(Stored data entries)
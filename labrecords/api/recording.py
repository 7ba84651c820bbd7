"""The way every register of the API goes: a list in pages, or one service call and the record it made."""

from __future__ import annotations

from collections.abc import Callable
from typing import Any

from django.db.models import QuerySet
from rest_framework.exceptions import PermissionDenied
from rest_framework.pagination import PageNumberPagination
from rest_framework.request import Request
from rest_framework.response import Response
from rest_framework.serializers import BaseSerializer

Shape = type[BaseSerializer[Any]]


def listed(request: Request, found: QuerySet[Any], *, shown: Shape) -> Response:
    """One page of a list."""
    pages = PageNumberPagination()
    rows = pages.paginate_queryset(found, request)
    return pages.get_paginated_response(shown(rows, many=True).data)


def recorded(
    request: Request,
    *,
    roles: tuple[str, ...],
    entry: Shape,
    change: Callable[..., Any],
    found: QuerySet[Any],
    shown: Shape,
) -> Response:
    """Check the shape, make the change, answer with the record as the list shows it."""
    if not set(roles) & set(request.user.roles):
        whose = " and ".join(f"{role}s" for role in roles)
        raise PermissionDenied(f"This is for {whose}. You are signed in as {request.user.full_name}.")
    typed = entry(data=request.data)
    typed.is_valid(raise_exception=True)
    record = change(by=request.user, **typed.validated_data)
    return Response(shown(found.get(pk=record.pk)).data, status=201)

**WHAT TO WORK ON**
The required output is the complete set of records, reproduced exactly.

**EXERCISE OUTPUT**
filename labrecords/api/recording.py
repository 7ba84651c820bbd7
"""The way every register of the API goes: a list in pages, or one service call and the record it made."""

from __future__ import annotations

from collections.abc import Callable
from typing import Any

from django.db.models import QuerySet
from rest_framework.exceptions import PermissionDenied
from rest_framework.pagination import PageNumberPagination
from rest_framework.request import Request
from rest_framework.response import Response
from rest_framework.serializers import BaseSerializer

Shape = type[BaseSerializer[Any]]


def listed(request: Request, found: QuerySet[Any], *, shown: Shape) -> Response:
    """One page of a list."""
    pages = PageNumberPagination()
    rows = pages.paginate_queryset(found, request)
    return pages.get_paginated_response(shown(rows, many=True).data)


def recorded(
    request: Request,
    *,
    roles: tuple[str, ...],
    entry: Shape,
    change: Callable[..., Any],
    found: QuerySet[Any],
    shown: Shape,
) -> Response:
    """Check the shape, make the change, answer with the record as the list shows it."""
    if not set(roles) & set(request.user.roles):
        whose = " and ".join(f"{role}s" for role in roles)
        raise PermissionDenied(f"This is for {whose}. You are signed in as {request.user.full_name}.")
    typed = entry(data=request.data)
    typed.is_valid(raise_exception=True)
    record = change(by=request.user, **typed.validated_data)
    return Response(shown(found.get(pk=record.pk)).data, status=201)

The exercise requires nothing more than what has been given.